Sebelum totokan itu sampai ke dada Iblis lengan hitam. “Booomm!” Suara benturan tenaga dalam menggetarkan halaman rumah sederhana tersebut, debu mengepul tinggi memenuhi udara, dua bayangan manusia terdorong mundur, Iblis Lengan Hitam hanya terdorong satu langkah dan Gou Han terdorong dua langkah.
Raut wajah Gou Han memucat, dia tahu dengan jelas tenaga dalamnya kalah dengan Iblis Lengan Hitam. “Setan ini setelah sekian tahun bertambah kuat dan makin beringas,” ujar Gou Han dalam hati.
Kemudian dia berkata, “Saudara bertiga, aku tidak tahu apa-apa tentang Kitab Lima Yang itu, aku juga tahu bakatku biasa-biasa saja, aku tidak menyimpan apa yang kalian cari.
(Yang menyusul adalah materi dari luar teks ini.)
"""A straight line of array operations, written down once and run on one block of a stack after the other.

A number either varies over variants (V, 1), over frequencies (1, F), over both (V, F), or not at all. What varies over
frequencies alone is computed once; the rest runs in a few registers that are used again and again, so that a block
stays in the cache and nothing is allocated. Each operation is a single correctly rounded one: what comes out for a
variant does not depend on the block it stands in.
"""

from __future__ import annotations

from collections.abc import Sequence
from typing import Any

import numpy as np
from numpy.typing import NDArray

FloatArray = NDArray[np.float64]


class Node:
    """A number still to be computed; ``over`` = (varies over variants, varies over frequencies)."""

    __slots__ = ("index", "over", "tape")

    def __init__(self, tape: Tape, index: int, over: tuple[bool, bool]) -> None:
        self.tape, self.index, self.over = tape, index, over

    def __add__(self, other: Number) -> Node:
        return self.tape.sum(self, other)

    def __sub__(self, other: Number) -> Node:
        return self.tape.difference(self, other)

    def __mul__(self, other: Number) -> Node:
        return self.tape.product(self, other)

    def __truediv__(self, other: Number) -> Node:
        return self.tape.note(np.divide, self, other)

    def __radd__(self, other: float) -> Node:
        return self.tape.sum(self, other)

    def __rsub__(self, other: float) -> Node:
        return self.tape.difference(other, self)

    def __rmul__(self, other: float) -> Node:
        return self.tape.product(self, other)

    def __rtruediv__(self, other: float) -> Node:
        return self.tape.note(np.divide, other, self)

    def __neg__(self) -> Node:
        return self.tape.negated(self)

    def __abs__(self) -> Node:
        return self.tape.note(np.abs, self.tape.bare(self))


Number = Node | float


class Tape:
    """Where operations are written down, none twice; signs are carried to where they cost nothing."""

    def __init__(self) -> None:
        self.steps: list[tuple[Any, tuple[Number, ...]]] = []
        self.nodes: list[Node] = []
        self._known: dict[tuple[Any, ...], Node] = {}

    def input(self, *, over_variants: bool) -> Node:
        """Return a node for a given column: of variants (V, 1), else of frequencies (1, F)."""
        return self._add(None, (), (over_variants, not over_variants))

    def note(self, function: Any, *operands: Number) -> Node:
        """Return the node of one operation, the one that is there already if it was written down before."""
        key = (function, *(operand.index if isinstance(operand, Node) else (operand,) for operand in operands))
        if key not in self._known:
            nodes = [operand for operand in operands if isinstance(operand, Node)]
            over = (any(node.over[0] for node in nodes), any(node.over[1] for node in nodes))
            self._known[key] = self._add(function, operands, over)
        return self._known[key]

    def bare(self, a: Number) -> Number:
        """Return a without the sign that was put before it last."""
        if isinstance(a, Node) and self.steps[a.index][0] is np.negative:
            return self.steps[a.index][1][0]
        return a

    def negated(self, a: Number) -> Node:
        """Return −a."""
        bare = self.bare(a)
        return bare if bare is not a and isinstance(bare, Node) else self.note(np.negative, a)

    def sum(self, a: Number, b: Number) -> Node:
        """Return a + b."""
        if self.bare(b) is not b:
            return self.difference(a, self.bare(b))
        return self.difference(b, self.bare(a)) if self.bare(a) is not a else self.note(np.add, a, b)

    def difference(self, a: Number, b: Number) -> Node:
        """Return a − b."""
        if self.bare(b) is not b:
            return self.sum(a, self.bare(b))
        return self.negated(self.sum(self.bare(a), b)) if self.bare(a) is not a else self.note(np.subtract, a, b)

    def product(self, a: Number, b: Number) -> Node:
        """Return a b."""
        whole = self.note(np.multiply, self.bare(a), self.bare(b))
        return whole if (self.bare(a) is a) == (self.bare(b) is b) else self.negated(whole)

    def _add(self, function: Any, operands: tuple[Number, ...], over: tuple[bool, bool]) -> Node:
        node = Node(self, len(self.nodes), over)
        self.nodes.append(node)
        self.steps.append((function, operands))
        return node


def largest(a: Number, b: Number) -> Number:
    """Return the larger one; NaN where either is."""
    if isinstance(a, Node):
        return a.tape.note(np.maximum, a, b)
    return b.tape.note(np.maximum, a, b) if isinstance(b, Node) else float(np.maximum(a, b))


class Program:
    """What ``outputs`` need of a tape, made ready for blocks of ``rows`` variants.

    ``inputs``: the nodes that are given a column in each run; ``omega``: the one frequency input, with its ``values``
    (1, F).
    """

    def __init__(
        self, outputs: Sequence[Number], inputs: Sequence[Node], omega: Node, values: FloatArray, rows: int
    ) -> None:
        tape = omega.tape
        last = _last_uses(tape, outputs)
        place: dict[int, FloatArray] = {omega.index: values}
        self._inputs = [np.empty((rows, 1)) for _ in inputs]
        place |= {node.index: array for node, array in zip(inputs, self._inputs, strict=True)}
        self._steps: list[tuple[Any, tuple[Any, ...], FloatArray]] = []
        free: dict[tuple[int, ...], list[FloatArray]] = {}
        own: set[int] = set()  # nodes whose place is a register
        for index in sorted(last):
            function, operands = tape.steps[index]
            if function is None:
                continue
            arrays = [place[operand.index] if isinstance(operand, Node) else operand for operand in operands]
            over_variants, over_frequencies = tape.nodes[index].over
            if not over_variants:
                place[index] = function(*arrays)
                continue
            done = {o.index for o in operands if isinstance(o, Node) and last[o.index] == index and o.index in own}
            shape = (rows, values.shape[1] if over_frequencies else 1)
            for operand in done:  # element by element, a result may overwrite an operand of its own shape
                if place[operand].shape == shape:
                    free.setdefault(shape, []).append(place[operand])
            stock = free.setdefault(shape, [])
            place[index] = stock.pop() if stock else np.empty(shape)
            own.add(index)
            self._steps.append((function, tuple(arrays), place[index]))
            for operand in done:
                if place[operand].shape != shape:
                    free.setdefault(place[operand].shape, []).append(place[operand])
        self._outputs = [place[output.index] if isinstance(output, Node) else output for output in outputs]
        self.rows = rows

    def run(self, columns: Sequence[FloatArray]) -> list[FloatArray | float]:
        """Run a block; ``columns`` (up to rows, 1) for the inputs in order. Results hold until the next run.

        A shorter block is filled up with its first variant; what comes out for that is not to be used.
        """
        for array, column in zip(self._inputs, columns, strict=True):
            array[: len(column)] = column
            array[len(column) :] = column[0]
        for function, arrays, out in self._steps:
            function(*arrays, out=out)
        return self._outputs


def _last_uses(tape: Tape, outputs: Sequence[Number]) -> dict[int, int]:
    """Return, for every node that the outputs rest on, the step that needs it last."""
    last = {output.index: len(tape.steps) for output in outputs if isinstance(output, Node)}
    for index in range(len(tape.steps) - 1, -1, -1):
        if index in last:
            for operand in tape.steps[index][1]:
                if isinstance(operand, Node):
                    last.setdefault(operand.index, index)
    return last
Jadi mari akhiri sampai di sini saja.”
“Ketiga saudara gagah, betul apa yang diucapkan suamiku, aku tidak pernah melihat dia membaca, apalagi mempelajari kitab itu, berilah sedikit muka kepada kami berdua.” Su Lan ikut membela ucapan suaminya.
Mendengar jawaban pasangan itu, wajah ketiga Iblis dari Selatan semakin membesi dan memerah, sehingga menambah keseramannya. Mereka terbiasa hidup dengan kejam dan tidak ada yang berani membantah keinginan mereka, apalagi ketiganya memang tidak suka bertele-tele.
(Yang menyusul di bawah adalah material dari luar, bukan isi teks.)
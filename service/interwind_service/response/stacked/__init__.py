"""Many variants of one network at once, as one straight line of array operations."""
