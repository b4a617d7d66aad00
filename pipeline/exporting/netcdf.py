"""A table of a cruise as a CF NetCDF file of profiles (contiguous ragged arrays, CF 9.3.3), as bytes."""

from __future__ import annotations

from typing import TYPE_CHECKING, Any

import numpy as np
import pyarrow as pa
import pyarrow.compute as pc

from pipeline.exporting.attributes import (
    COORDINATES,
    attributes_of,
    reference_name,
    reference_pressures,
    variable_name,
)
from pipeline.exporting.classic import FILLS, ClassicFile
from pipeline.exporting.described import global_attributes
from pipeline.exporting.profiles import OF_A_CAST, SHARES, as_profiles, share_arrays
from pipeline.problems import UsageProblem
from pipeline.tables import arrow_field, texts
from pipeline.variables import REGISTRY

if TYPE_CHECKING:
    from collections.abc import Mapping

    from numpy.typing import NDArray

    from pipeline.archive import Provenance
    from pipeline.exporting.profiles import Profiles

_WHOLE_IN_32_BITS = 2**31
_EPOCH = "seconds since 1970-01-01 00:00:00"


def export_netcdf(name: str, table: pa.Table, mixtures: pa.Table, made: Provenance) -> bytes:
    """Return a table as a NetCDF file; the same table gives the same bytes.

    Parameters
    ----------
    name
        ``samples`` or ``casts``: a file has one of them, since all its variables are of one kind of profile.
    table, mixtures
        The table, and the shares of its samples; without rows where there are none.
    made
        Where they came from; written into the file.

    Raises
    ------
    UsageProblem
        If the table has no rows: there is no profile to write.

    """
    if not table.num_rows:
        raise UsageProblem(
            f"{made.expocode}: it has no {name}, so there is no profile to write; 'seawhence show' tells what it has."
        )
    profiles = as_profiles(table)
    file = ClassicFile(global_attributes(name, table, made))
    writer = _Writer(file, profiles)
    writer.write_profiles()
    writer.write_rows()
    if name == "samples" and mixtures.num_rows:
        writer.write_shares(mixtures)
    writer.write_references()
    return file.as_bytes()


class _Writer:
    """Writes the variables of one file."""

    def __init__(self, file: ClassicFile, profiles: Profiles) -> None:
        self.file, self.profiles, self.table = file, profiles, profiles.table
        file.add_dimension("profile", len(profiles.sizes))
        file.add_dimension("obs", self.table.num_rows)

    def write_profiles(self) -> None:
        """Write what a profile has one of, and how many rows are whose."""
        profiles = self.profiles
        self._add("profile_id", np.array(profiles.names, dtype=object), ("profile",),
                  {"long_name": "Profile: station and cast", "cf_role": "profile_id"})  # fmt: skip
        self._add("row_size", profiles.sizes.astype(np.int32), ("profile",),
                  {"long_name": "Rows of the profile", "sample_dimension": "obs"})  # fmt: skip
        firsts = pa.array(profiles.firsts)
        for name in OF_A_CAST:
            if name in self.table.column_names and (name != "date" or self._dates_are_of_casts):
                field, column = self.table.schema.field(name), self.table.column(name).take(firsts)
                self._column(name, field, column, ("profile",))
        if "time" not in self.table.column_names:
            missing = pa.chunked_array([pa.nulls(len(profiles.sizes), pa.timestamp("s", tz="UTC"))])
            self._column("time", arrow_field(REGISTRY["time"]), missing, ("profile",))

    @property
    def _dates_are_needed(self) -> bool:
        """Whether the times do not say them: some are missing, or differ from row to row."""
        names = self.table.column_names
        return "date" in names and (
            "time" not in self.profiles.constant or self.table.column("time").null_count > 0
        )

    @property
    def _dates_are_of_casts(self) -> bool:
        return self._dates_are_needed and "date" in self.profiles.constant

    def write_rows(self) -> None:
        """Write every column that is not the same in all rows of each cast."""
        for field in self.table.schema:
            if field.name == "expocode" or field.name in self.profiles.constant:
                continue
            if field.name == "date" and not self._dates_are_needed:
                continue
            name = f"{field.name}_of_row" if field.name in OF_A_CAST and field.name != "date" else field.name
            self._column(name, field, self._rows_of(field.name), ("obs",))

    def _rows_of(self, name: str) -> pa.ChunkedArray:
        """Return a column; dates are those of the instants where these are known."""
        column = self.table.column(name)
        if name == "date" and "time" in self.table.column_names:
            return pc.coalesce(self.table.column("time").cast(pa.date32()), column)
        return column

    def write_shares(self, mixtures: pa.Table) -> None:
        """Write the shares, by row and source."""
        sources, arrays = share_arrays(self.table, mixtures)
        self.file.add_dimension("source", len(sources))
        self._add(
            "source_water",
            np.array(sources, dtype=object),
            ("source",),
            {"long_name": "Source water, by its code"},
        )
        for name in SHARES:
            attributes = attributes_of(mixtures.schema.field(name), set(SHARES), None)
            self._add(
                name,
                arrays[name],
                ("obs", "source"),
                attributes | {"coordinates": f"{COORDINATES} source_water"},
            )

    def write_references(self) -> None:
        """Write the pressures that potential densities are referred to."""
        for name, value in reference_pressures(self.table.column_names).items():
            self._add(name, np.array(value), (), {"long_name": "Pressure that the density is referred to",
                                                  "standard_name": "reference_pressure", "units": "dbar"})  # fmt: skip

    def _column(
        self, name: str, field: pa.Field, column: pa.ChunkedArray, dimensions: tuple[str, ...]
    ) -> None:
        values, kind_of = _values(field, column)
        flags = values if field.type == pa.int16() else None
        attributes = attributes_of(field, set(self.table.column_names), flags) | kind_of
        title = name if name != field.name else variable_name(name, self.file.names)
        if title != name:
            attributes["seawhence_column"] = name
        if name == "pressure":
            attributes |= {"axis": "Z", "positive": "down"}
        elif name == "depth":
            attributes["positive"] = "down"
        if name != field.name:  # of every row, beside that of the cast, which is the coordinate
            attributes.pop("standard_name", None)
        if dimensions == ("obs",):
            coordinates = COORDINATES if name != "pressure" else COORDINATES.rsplit(" ", 1)[0]
            if reference_pressures([name]):
                coordinates = f"{coordinates} {reference_name(name)}"
            attributes["coordinates"] = coordinates
        self._add(title, values, dimensions, attributes)

    def _add(
        self, name: str, values: NDArray[Any], dimensions: tuple[str, ...], attributes: Mapping[str, Any]
    ) -> None:
        filled = bool(dimensions) and name != "row_size"
        self.file.add_variable(name, values, dimensions, attributes, filled=filled)


def _values(field: pa.Field, column: pa.ChunkedArray) -> tuple[NDArray[Any], dict[str, str]]:
    """Return a column as an array of what NetCDF stores, missing as fill, and attributes that go with the kind."""
    kind = field.type
    if pa.types.is_timestamp(kind):
        seconds = column.cast(pa.timestamp("s", tz="UTC")).cast(pa.int64()).to_pandas().to_numpy(np.float64)
        return seconds, {"units": _EPOCH, "calendar": "standard", "units_metadata": "leap_seconds: utc"}
    if pa.types.is_floating(kind):
        return np.asarray(column.to_numpy(), dtype=np.float64), {}
    if pa.types.is_integer(kind):
        if kind == pa.int16():
            return np.asarray(column.fill_null(int(FILLS["i2"])).to_numpy(), dtype=np.int16), {}
        numbers = column.cast(pa.int64())
        if all(number is None or abs(number) < _WHOLE_IN_32_BITS for number in numbers.to_pylist()):
            return np.asarray(numbers.fill_null(int(FILLS["i4"])).to_numpy(), dtype=np.int32), {}
        return np.asarray(numbers.to_pandas(), dtype=np.float64), {}
    listed = texts(pa.table({"column": column.cast(pa.string())}), "column")
    return np.array([text or "" for text in listed], dtype=object), {}
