def _units(data: Rows, share: float, fewest: int, suspicions: tuple[_Suspicion, ...]) -> Iterator[_Whole]:
    pressure = hydrography(data).pressure
    for suspicion in suspicions:
        if suspicion.variable not in data.names:
            continue
        values = data.usable(suspicion.variable)
        with np.errstate(invalid="ignore"):
            judged = values[(pressure >= suspicion.below) & ~np.isnan(values)]
        if len(judged) < fewest or judged.max() < suspicion.reaches:
            continue
        if _within(judged, suspicion.own) > 1.0 - share:
            continue
        if _within(judged * suspicion.factor + suspicion.offset, suspicion.fits) >= share:
            where = f" from {suspicion.below:g} dbar down" if suspicion.below else ""
            low, high = suspicion.own if suspicion.variable == "delta_carbon_13" else suspicion.fits
            own = f"about {low:g} to {high:g} {unit_of(suspicion.variable)}".rstrip() + where
            ends = ((end - suspicion.offset) / suspicion.factor for end in _plausible(suspicion.variable))
            low, high = sorted(ends)
            yield _Whole(values, suspicion.variable, f"as {suspicion.unit}", own, (low, high))


def _exchanged(data: Rows, share: float, fewest: int) -> Iterator[_Whole]:
    """Yield two marks for each pair of columns of which each holds what the other should."""
    pressure = hydrography(data).pressure
    for (one, of_one), (other, of_other), below in _EXCHANGED:
        if one not in data.names or other not in data.names:
            continue
        ones, others = data.usable(one), data.usable(other)
        with np.errstate(invalid="ignore"):
            rows = (pressure >= below) & ~np.isnan(ones + others)
        pairs = ((ones[rows], of_one, of_other), (others[rows], of_other, of_one))
        if rows.sum() < fewest:
            continue
        if all(_within(v, own) <= 1.0 - share and _within(v, fits) >= share for v, own, fits in pairs):
            for values, name, wrong, (low, high) in (
                (ones, one, other, of_one),
                (others, other, one, of_other),
            ):
                own = f"about {low:g} to {high:g} {unit_of(name)} from {below:g} dbar down"
                given = f"as {label(wrong)} has; the two columns may be exchanged"
                yield _Whole(values, name, given, own, _plausible(wrong), wrong)
    yield from _carbon_exchanged(data, share, fewest)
“Iblis Kepala Baja! Bereskan mereka berdua, nanti kita geledah rumah mereka,” perintah Iblis Mata Picak.
Pertarungan pun pecah antara Sepasang Walet Biru dengan Iblis Kepala Baja. Iblis Kepala Baja sangat percaya diri dengan tenaga dalam dan jurus-jurusnya, sedangkan Sepasang Walet Biru dengan lincah bergerak ke sana kemari saling melengkapi dan menghindar serta sesekali membalas dengan pukulan-pukulan yang tak kalah berbahaya.
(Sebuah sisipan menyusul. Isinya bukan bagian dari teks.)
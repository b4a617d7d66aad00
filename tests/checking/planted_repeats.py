"""Values and casts that are repeated, and what of the ocean repeats a value as well."""

from __future__ import annotations

from typing import TYPE_CHECKING

import numpy as np

from pipeline.checking.profiles import LIMITED
from pipeline.tables import floats
from tests.checking.cases import CRUISES, Case, changed, clean_casts, clean_samples, rows_of
from tests.checking.planted_profiles import NO_ROWS, bottles
from tests.invented import bottle_file, read

if TYPE_CHECKING:
    from collections.abc import Iterator, Sequence

# A value repeated where the water itself hardly changes is no fault that anyone could see.
VISIBLE = {"temperature": 0.1, "salinity": 0.05, "oxygen": 20.0, "nitrate": 4.0, "phosphate": 0.3}
VISIBLE_COLUMNS = ("temperature", "ctd_salinity", "bottle_oxygen", "nitrate", "phosphate")


def cases() -> Iterator[Case]:
    """Yield every case of this module."""
    yield from stuck()
    yield from copies()


def stuck() -> Iterator[Case]:
    for seed in range(4):
        table = clean_samples(CRUISES[seed % 2])
        rows = rows_of(table, str(6 + 5 * seed))
        for name in ("bottle_oxygen", "nitrate", "phosphate", "temperature", "ctd_salinity"):
            for first, count in ((5, 5), (8, 6)):
                run = rows[first : first + count]
                if np.ptp(floats(table, name)[run]) < VISIBLE[LIMITED[name]]:
                    continue
                value = float(floats(table, name)[run[0]])
                repeated = changed(table, {name: dict.fromkeys(run, value)})
                yield Case("stuck-values", f"{name} is {value:g} in {count} bottles", repeated, set(run))
        casts = clean_casts(CRUISES[seed % 2])
        rows = rows_of(casts, str(6 + 5 * seed))
        for name in ("temperature", "ctd_salinity", "ctd_oxygen"):
            for run in (rows[20:60], rows[60:]):
                if np.ptp(floats(casts, name)[run]) < VISIBLE[LIMITED[name]]:
                    continue
                value = float(floats(casts, name)[run[0]])
                repeated = changed(casts, {name: dict.fromkeys(run, value)})
                yield Case("stuck-values", f"{name} is {value:g} at {len(run)} levels", repeated, set(run))
        whole = changed(casts, {"ctd_salinity": dict.fromkeys(rows, 34.5)})
        yield Case("stuck-values", "one salinity through a whole cast", whole, None)
    down = (5.0, 20.0, 40.0, 60.0, 80.0, 120.0, 180.0, 260.0)
    cold = (25.0, 24.2, 22.9, 21.0, 18.0, 15.5, 14.0, 12.5)
    yield Case(
        "stuck-values",
        "nutrients that are used up",
        bottles(
            down,
            CTDTMP=cold,
            NITRAT=(0.0, 0.0, 0.0, 0.0, 0.4, 3.0, 8.0, 12.0),
            PHSPHT=(0.05, 0.05, 0.05, 0.05, 0.12, 0.3, 0.6, 0.9),
        ),
        NO_ROWS,
    )
    yield Case(
        "stuck-values",
        "a mixed layer",
        bottles(
            down,
            CTDTMP=(18.1, 18.1, 18.1, 18.1, 18.1, 15.5, 14.0, 12.5),
            CTDSAL=(35.2, 35.2, 35.2, 35.2, 35.2, 35.1, 35.0, 34.9),
            SALNTY=(35.2, 35.2, 35.2, 35.2, 35.2, 35.1, 35.0, 34.9),
        ),
        NO_ROWS,
    )
    deep = np.arange(2000.0, 5600.0, 200.0)
    salt = np.round(34.709 - 0.03 * np.exp(-(deep - 2000.0) / 600.0), 3)
    yield Case(
        "stuck-values",
        "an abyss of one salinity, to three decimals",
        bottles(
            deep.tolist(),
            CTDTMP=(0.8 + 1.4 * np.exp(-(deep - 2000.0) / 1100.0)).tolist(),
            CTDSAL=salt.tolist(),
            SALNTY=salt.tolist(),
        ),
        NO_ROWS,
    )
    top = np.round(2.5 - 0.00000016 * (deep - 3600.0) ** 2, 2)
    yield Case(
        "stuck-values",
        "a maximum that rounding flattens",
        bottles(deep.tolist(), CTDTMP=np.linspace(3.0, 0.8, len(deep)).tolist(), PHSPHT=top.tolist()),
        NO_ROWS,
    )


def stuck_sensitivity(lengths: Sequence[int] = (4, 6, 10), count: int = 25) -> dict[str, list[float]]:
    """Return the share of runs of repeated values found, by quantity, anywhere in a cast, seen or hardly seen."""
    shares = {}
    for name in VISIBLE_COLUMNS:
        found = np.zeros((count, len(lengths)))
        for seed in range(count):
            random = np.random.default_rng([seed, len(name)])
            table = clean_samples(CRUISES[0])
            table = table.take(rows_of(table, str(random.integers(3, 43))))
            for i, length in enumerate(lengths):
                first = int(random.integers(0, table.num_rows - length))
                run = range(first, first + length)
                value = float(floats(table, name)[first])
                repeated = changed(table, {name: dict.fromkeys(run, value)})
                found[seed, i] = set(run) <= Case("stuck-values", "", repeated, set(run)).marked()
        shares[name] = found.mean(axis=0).tolist()
    return shares


def copies() -> Iterator[Case]:
    for seed in range(3):
        for kind, table in (
            ("samples", clean_samples(CRUISES[seed % 2])),
            ("casts", clean_casts(CRUISES[seed % 2])),
        ):
            one, other = rows_of(table, str(4 + seed)), rows_of(table, str(20 + seed))
            count = min(len(one), len(other))
            for share in (1.0, 0.7):
                some = int(share * count)
                names = ("temperature", "ctd_salinity", "ctd_oxygen", "bottle_salinity", "bottle_oxygen")
                columns = {
                    name: dict(zip(other[:some], floats(table, name)[one[:some]].tolist(), strict=True))
                    for name in names
                    if name in table.column_names
                }
                yield Case(
                    "copied-cast",
                    f"{kind}: {some} levels of one cast in another",
                    changed(table, columns),
                    None,
                )
    for table in (clean_samples(), clean_casts(), clean_samples(CRUISES[1]), clean_casts(CRUISES[1])):
        yield Case("copied-cast", "a clean cruise", table, NO_ROWS)
    rows = [
        {
            "STNNBR": str(station),
            "CTDPRS": f"{p}",
            "CTDTMP": f"{18 - p / 100:.1f}",
            "CTDSAL": f"{35 - p / 4000:.1f}",
            "OXYGEN": f"{230 + 7 * station - p / 10:.0f}",
            "LATITUDE": f"{station}.0",
        }
        for station in range(6)
        for p in range(0, 1000, 100)
    ]
    yield Case("copied-cast", "coarse values that coincide", read(bottle_file(*rows)).table, NO_ROWS)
Suara pukulan dan adu tenaga dalam di halaman depan terdengar sampai ke halaman berlatih Gou Long.
Bocah ini telah menghentikan latihannya, dia dengan tenang bersembunyi di atas atap rumah sejak tadi, dia telah melihat keributan ini dari awal sampai sekarang. Tanpa ada rasa takut sedikit pun, malahan dia terkejut, dan tidak pernah terlintas dalam benaknya bahwa ayah bundanya merupakan sepasang pendekar.
Dia masih berpikir, bahwa mereka hanya keluarga biasa yang bertani dan berburu di hutan ini.
_______
Penting : Sebagian teks tidak sama dengan Audio Book karena, novel ini sedang dalam tahap Revisi sedikit demi sedikit.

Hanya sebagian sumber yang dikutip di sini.